---------- DATA SHOWN ----------
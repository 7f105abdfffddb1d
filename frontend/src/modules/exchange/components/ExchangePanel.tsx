import { Button, ButtonGroup, Callout, Classes, FileInput, FormGroup, H5, Intent } from '@blueprintjs/core';
import { IconNames } from '@blueprintjs/icons';
import { useState, type ChangeEvent } from 'react';
import { useNavigate } from 'react-router-dom';
import { paths } from '@/app/paths';
import { formErrorOf } from '@/modules/api/utils/apiError';
import { useDownloadExport, useImportBundle } from '@/modules/exchange/hooks/useExchange';
import { CSV_TABLE_LABELS, CSV_TABLES, exchangeRoutes } from '@/modules/exchange/utils/exchangeRoutes';
import './exchange.css';

export type ExchangePanelProps = { projectId: string };

/**
 * Exports of the project (the bundle, every table as CSV, the sites as GeoJSON), each fetched
 * with the bearer token and saved as a file, and the import of a bundle as a new project.
 */
export function ExchangePanel({ projectId }: ExchangePanelProps) {
  const navigate = useNavigate();
  const download = useDownloadExport();
  const importBundle = useImportBundle();
  const [file, setFile] = useState<File | null>(null);

  const handleFile = (event: ChangeEvent<HTMLInputElement>) => {
    importBundle.reset();
    setFile(event.target.files?.[0] ?? null);
  };
  const handleImport = () => {
    if (file) importBundle.mutate(file);
  };

  const downloadError = formErrorOf(download.error, []);
  const importError = formErrorOf(importBundle.error, []);
  return (
    <div className="sc-exchange">
      <section>
        <H5>Export</H5>
        <p className={Classes.TEXT_MUTED}>
          The bundle holds everything entered in the project (format <span className="num">stratochron-bundle</span> version 2) and
          imports into any Stratochron server. Calibrations and runs are recomputed from it.
        </p>
        <div className="sc-exchange-buttons">
          <Button
            icon={IconNames.DOWNLOAD}
            text="Project bundle (JSON)"
            intent={Intent.PRIMARY}
            loading={download.isPending && download.variables?.url === exchangeRoutes.bundle(projectId)}
            onClick={() => download.mutate({ url: exchangeRoutes.bundle(projectId), fallbackFileName: 'project.stratochron.json' })}
          />
          <Button
            icon={IconNames.GLOBE}
            text="Sites (GeoJSON)"
            loading={download.isPending && download.variables?.url === exchangeRoutes.sitesGeoJson(projectId)}
            onClick={() => download.mutate({ url: exchangeRoutes.sitesGeoJson(projectId), fallbackFileName: 'sites.geojson' })}
          />
        </div>
        <div className="sc-exchange-buttons">
          <span className={Classes.TEXT_MUTED}>Tables as CSV:</span>
          <ButtonGroup variant="outlined">
            {CSV_TABLES.map((table) => (
              <Button
                key={table}
                icon={IconNames.TH}
                text={CSV_TABLE_LABELS[table]}
                loading={download.isPending && download.variables?.url === exchangeRoutes.csv(projectId, table)}
                onClick={() => download.mutate({ url: exchangeRoutes.csv(projectId, table), fallbackFileName: `${table}.csv` })}
              />
            ))}
          </ButtonGroup>
        </div>
        {downloadError && (
          <Callout intent={Intent.DANGER} icon={IconNames.ERROR} className="sc-form-callout">
            {downloadError}
          </Callout>
        )}
      </section>

      <section className="sc-section">
        <H5>Import a bundle as a new project</H5>
        <p className={Classes.TEXT_MUTED}>The file is checked in full first; nothing is written unless all of it is right. You become the new project's admin.</p>
        <div className="sc-exchange-buttons">
          <FormGroup label="Bundle file" labelFor="bundle-file" className="sc-exchange-file">
            <FileInput
              inputProps={{ id: 'bundle-file', accept: '.json,application/json' }}
              text={file ? file.name : 'Choose a .json bundle…'}
              hasSelection={file !== null}
              onInputChange={handleFile}
              fill
            />
          </FormGroup>
          <Button icon={IconNames.IMPORT} text="Import" intent={Intent.PRIMARY} disabled={!file} loading={importBundle.isPending} onClick={handleImport} />
        </div>
        {importError && (
          <Callout intent={Intent.DANGER} icon={IconNames.ERROR} className="sc-form-callout sc-exchange-problems" title="The bundle was refused">
            {importError}
          </Callout>
        )}
        {importBundle.data && (
          <Callout intent={Intent.SUCCESS} icon={IconNames.TICK} className="sc-form-callout">
            Imported as <strong>{importBundle.data.name}</strong>.{' '}
            <Button
              variant="minimal"
              intent={Intent.SUCCESS}
              text="Open the new project"
              endIcon={IconNames.ARROW_RIGHT}
              onClick={() => importBundle.data && navigate(paths.project(importBundle.data.id))}
            />
          </Callout>
        )}
      </section>
    </div>
  );
}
----------
▶ [TASK DIRECTIONS] State the number of lines in the records that contain the string "useImportBundle", and nothing more.

▶ [OUTPUT] 2